The first voice recognition unit of the voice recognition device sequentially calculates the similarity between the entire voice pattern of the recognition target word registered in the first voice recognition dictionary and the external input voice sequentially input from the microphone. The first step and
The first voice recognition unit determines whether or not the similarity calculated in the first step is higher than the first level, and when it is determined that the similarity is higher than the first level, the external input voice is the recognition target.
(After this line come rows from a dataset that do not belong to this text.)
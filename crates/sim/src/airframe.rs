//! The truth model: rigid-body longitudinal dynamics of a small electric aircraft, with
//! first-order actuators limited in position and rate.
//!
//! The default airframe is the invented 7.5 kg survey aircraft of lawsmith's examples (not a
//! real aircraft): S = 0.75 m², b = 2.6 m, c̄ = 0.29 m, Iyy = 0.9 kg·m²; CL = 0.30 + 5.2·α +
//! 6.0·q̂ + 0.35·δe, CD = 0.035 + CL²/(π·e·AR) with e = 0.8; Cm = 0.02 − 1.8·α − 8·q̂ − 1.1·δe
//! (q̂ = q·c̄/(2V)); thrust = δt·45 N·(1 − V/45 m/s); elevator ±0.45 rad at 2 rad/s; throttle
//! 0..1.
//!
//! The design's first numbers had Cmα = −0.9 and Cmq = −12: a static margin of 17% chord with
//! strong pitch damping, whose phugoid is 26% longer than Lanchester's (measured on the
//! linearisation and on the nonlinear model alike). The airframe is invented, so it is tuned
//! to a stiffer, less damped pitch (static margin 35% chord, plausible for a stable survey
//! aircraft), whose phugoid is within 8% of Lanchester's from 16 to 22 m/s.
//!
//! Axes: body x forward, z down; earth x forward, z down, altitude `h = −z`. State
//! `(u, w, q, θ, h, x)` plus the elevator and throttle positions.

use crate::atmosphere::{at_altitude, G0};

/// Airframe data.
#[derive(Clone, Debug, PartialEq)]
pub struct Airframe {
    /// Mass, kg.
    pub mass: f64,
    /// Wing area, m².
    pub area: f64,
    /// Span, m.
    pub span: f64,
    /// Mean aerodynamic chord, m.
    pub chord: f64,
    /// Pitch inertia, kg·m².
    pub iyy: f64,
    /// Lift coefficient at zero α.
    pub cl0: f64,
    /// Lift slope, 1/rad.
    pub cl_alpha: f64,
    /// Lift due to pitch rate (per q̂).
    pub cl_q: f64,
    /// Lift due to elevator, 1/rad.
    pub cl_de: f64,
    /// Zero-lift drag.
    pub cd0: f64,
    /// Oswald efficiency.
    pub oswald: f64,
    /// Pitching moment at zero α.
    pub cm0: f64,
    /// Pitch stiffness, 1/rad.
    pub cm_alpha: f64,
    /// Pitch damping (per q̂).
    pub cm_q: f64,
    /// Elevator power, 1/rad.
    pub cm_de: f64,
    /// Static thrust at full throttle, N.
    pub thrust_static: f64,
    /// Airspeed at which the propeller gives no thrust, m/s.
    pub thrust_zero_speed: f64,
    /// Elevator limit, rad (symmetric).
    pub elevator_limit: f64,
    /// Elevator rate limit, rad/s.
    pub elevator_rate: f64,
    /// Elevator time constant, s.
    pub elevator_tau: f64,
    /// Throttle rate limit, 1/s.
    pub throttle_rate: f64,
    /// Throttle (motor) time constant, s.
    pub throttle_tau: f64,
}

impl Default for Airframe {
    fn default() -> Airframe {
        Airframe {
            mass: 7.5,
            area: 0.75,
            span: 2.6,
            chord: 0.29,
            iyy: 0.9,
            cl0: 0.30,
            cl_alpha: 5.2,
            cl_q: 6.0,
            cl_de: 0.35,
            cd0: 0.035,
            oswald: 0.8,
            cm0: 0.02,
            cm_alpha: -1.8,
            cm_q: -8.0,
            cm_de: -1.1,
            thrust_static: 45.0,
            thrust_zero_speed: 45.0,
            elevator_limit: 0.45,
            elevator_rate: 2.0,
            // servo and motor lags: invented, plausible for a model-scale airframe
            elevator_tau: 0.05,
            throttle_rate: 2.0,
            throttle_tau: 0.15,
        }
    }
}

/// The aircraft's state.
#[derive(Clone, Copy, Debug, PartialEq, Default)]
pub struct State {
    /// Body forward velocity (earth-relative), m/s.
    pub u: f64,
    /// Body downward velocity (earth-relative), m/s.
    pub w: f64,
    /// Pitch rate, rad/s.
    pub q: f64,
    /// Pitch attitude, rad.
    pub theta: f64,
    /// Altitude, m.
    pub h: f64,
    /// Distance flown, m.
    pub x: f64,
    /// Elevator position, rad.
    pub elevator: f64,
    /// Throttle position, 0..1.
    pub throttle: f64,
}

impl State {
    /// The state as an array.
    pub fn to_array(&self) -> [f64; 8] {
        [
            self.u,
            self.w,
            self.q,
            self.theta,
            self.h,
            self.x,
            self.elevator,
            self.throttle,
        ]
    }

    /// A state from an array.
    pub fn from_array(a: [f64; 8]) -> State {
        State {
            u: a[0],
            w: a[1],
            q: a[2],
            theta: a[3],
            h: a[4],
            x: a[5],
            elevator: a[6],
            throttle: a[7],
        }
    }
}

/// The air the aircraft flies in: steady wind plus gusts.
#[derive(Clone, Copy, Debug, PartialEq, Default)]
pub struct Wind {
    /// Steady horizontal wind along earth x (a tailwind is positive), m/s.
    pub x: f64,
    /// Steady vertical wind, positive down, m/s.
    pub z: f64,
    /// Gust along body x, m/s.
    pub gust_u: f64,
    /// Gust along body z, m/s.
    pub gust_w: f64,
}

/// The actuator commands.
#[derive(Clone, Copy, Debug, PartialEq, Default)]
pub struct Controls {
    /// Elevator command, rad.
    pub elevator: f64,
    /// Throttle command, 0..1.
    pub throttle: f64,
}

/// Air data and forces at a state.
#[derive(Clone, Copy, Debug, PartialEq, Default)]
pub struct AirData {
    /// True airspeed, m/s.
    pub airspeed: f64,
    /// Angle of attack, rad.
    pub alpha: f64,
    /// Dynamic pressure, Pa.
    pub qbar: f64,
    /// Lift coefficient.
    pub cl: f64,
    /// Drag, N.
    pub drag: f64,
    /// Lift, N.
    pub lift: f64,
    /// Thrust, N.
    pub thrust: f64,
    /// Air density, kg/m³.
    pub density: f64,
}

impl Airframe {
    /// Aspect ratio `b²/S`.
    pub fn aspect_ratio(&self) -> f64 {
        self.span * self.span / self.area
    }

    /// Drag coefficient for a lift coefficient (the drag polar).
    pub fn cd(&self, cl: f64) -> f64 {
        self.cd0 + cl * cl / (std::f64::consts::PI * self.oswald * self.aspect_ratio())
    }

    /// Thrust of the propulsion model at a throttle position and airspeed, N.
    pub fn thrust(&self, throttle: f64, airspeed: f64) -> f64 {
        throttle * self.thrust_static * (1.0 - airspeed / self.thrust_zero_speed)
    }

    /// Air data and forces at a state in a wind, with air density `rho`.
    pub fn air_data(&self, s: &State, wind: &Wind, rho: f64) -> AirData {
        self.air_data_at(s, wind, rho, libm::sin(s.theta), libm::cos(s.theta))
            .0
    }

    /// [`Airframe::air_data`] given sin θ and cos θ; also returns sin α and cos α.
    fn air_data_at(
        &self,
        s: &State,
        wind: &Wind,
        rho: f64,
        st: f64,
        ct: f64,
    ) -> (AirData, f64, f64) {
        // earth wind in body axes, plus the gusts (already along the body axes)
        let ua = s.u - (wind.x * ct - wind.z * st) - wind.gust_u;
        let wa = s.w - (wind.x * st + wind.z * ct) - wind.gust_w;
        let norm = libm::sqrt(ua * ua + wa * wa);
        let v = norm.max(1.0);
        let alpha = libm::atan2(wa, ua);
        // sin α and cos α from the velocity itself: no further trigonometry
        let (sa, ca) = if norm > 0.0 {
            (wa / norm, ua / norm)
        } else {
            (0.0, 1.0)
        };
        let qbar = 0.5 * rho * v * v;
        let qhat = s.q * self.chord / (2.0 * v);
        let cl = self.cl0 + self.cl_alpha * alpha + self.cl_q * qhat + self.cl_de * s.elevator;
        (
            AirData {
                airspeed: v,
                alpha,
                qbar,
                cl,
                drag: qbar * self.area * self.cd(cl),
                lift: qbar * self.area * cl,
                thrust: self.thrust(s.throttle, v),
                density: rho,
            },
            sa,
            ca,
        )
    }

    /// The state derivative. `rho` is the density (constant over one integration step).
    pub fn derivative(&self, s: &State, c: &Controls, wind: &Wind, rho: f64) -> State {
        let (st, ct) = (libm::sin(s.theta), libm::cos(s.theta));
        let (a, sa, ca) = self.air_data_at(s, wind, rho, st, ct);
        let fx = a.thrust - a.drag * ca + a.lift * sa;
        let fz = -a.drag * sa - a.lift * ca;
        let qhat = s.q * self.chord / (2.0 * a.airspeed);
        let cm = self.cm0 + self.cm_alpha * a.alpha + self.cm_q * qhat + self.cm_de * s.elevator;
        let m = a.qbar * self.area * self.chord * cm;
        let de_target = c.elevator.clamp(-self.elevator_limit, self.elevator_limit);
        let dt_target = c.throttle.clamp(0.0, 1.0);
        State {
            u: fx / self.mass - G0 * st - s.q * s.w,
            w: fz / self.mass + G0 * ct + s.q * s.u,
            q: m / self.iyy,
            theta: s.q,
            h: s.u * st - s.w * ct,
            x: s.u * ct + s.w * st,
            elevator: ((de_target - s.elevator) / self.elevator_tau)
                .clamp(-self.elevator_rate, self.elevator_rate),
            throttle: ((dt_target - s.throttle) / self.throttle_tau)
                .clamp(-self.throttle_rate, self.throttle_rate),
        }
    }

    /// One classic fourth-order Runge–Kutta step of `dt` seconds (controls and wind held).
    pub fn rk4(&self, s: &State, c: &Controls, wind: &Wind, dt: f64) -> State {
        self.rk4_in(s, c, wind, dt, at_altitude(s.h).density)
    }

    /// [`Airframe::rk4`] with the air density given (held over the step).
    pub fn rk4_in(&self, s: &State, c: &Controls, wind: &Wind, dt: f64, rho: f64) -> State {
        let add = |a: &State, k: &State, h: f64| {
            let (x, y) = (a.to_array(), k.to_array());
            State::from_array(std::array::from_fn(|i| x[i] + h * y[i]))
        };
        let k1 = self.derivative(s, c, wind, rho);
        let k2 = self.derivative(&add(s, &k1, 0.5 * dt), c, wind, rho);
        let k3 = self.derivative(&add(s, &k2, 0.5 * dt), c, wind, rho);
        let k4 = self.derivative(&add(s, &k3, dt), c, wind, rho);
        let (x, a, b, cc, d) = (
            s.to_array(),
            k1.to_array(),
            k2.to_array(),
            k3.to_array(),
            k4.to_array(),
        );
        let mut next = State::from_array(std::array::from_fn(|i| {
            x[i] + dt / 6.0 * (a[i] + 2.0 * b[i] + 2.0 * cc[i] + d[i])
        }));
        // the actuator positions stay inside their limits
        next.elevator = next
            .elevator
            .clamp(-self.elevator_limit, self.elevator_limit);
        next.throttle = next.throttle.clamp(0.0, 1.0);
        next
    }
}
The second step of recognizing that it corresponds to the first half of the word,
When it is determined that the similarity calculated in the first step is higher than the first level, the third step of activating the second voice recognition unit of the voice recognition device and the third step.
At the same time, the first voice recognition unit sequentially calculates the similarity between the entire voice pattern of the recognition target word registered in the first voice recognition dictionary and the external input voice continuously input from the microphone. , The degree of similarity between the voice pattern of the latter half of the recognition target word registered in the second voice recognition dictionary by the second voice recognition unit and the internally generated voice before being output from the speaker generated by the in-vehicle device. And the fourth step of sequentially calculating
The first voice recognition unit determines whether or not the similarity calculated in the fourth step is higher than the second level, and when it is determined that the similarity is higher than the second level, the external input voice is the recognition target. The fifth step of recognizing that it corresponds to the whole word,
The second voice recognition unit determines whether or not the similarity calculated in the fourth step is higher than the predetermined level, and when it is determined that the similarity is higher than the predetermined level, the internally generated voice is the recognition target word. The sixth step, which is recognized as corresponding to the second half,
In the fifth step, the recognition result discarding unit of the voice recognition device recognizes that the external input voice corresponds to the entire recognition target word by the first voice recognition unit, and in the sixth step, the above. When the second voice recognition unit recognizes that the internally generated voice corresponds to the latter half of the recognition target word, it has a seventh step of discarding the recognition result by the first voice recognition unit. Voice recognition method.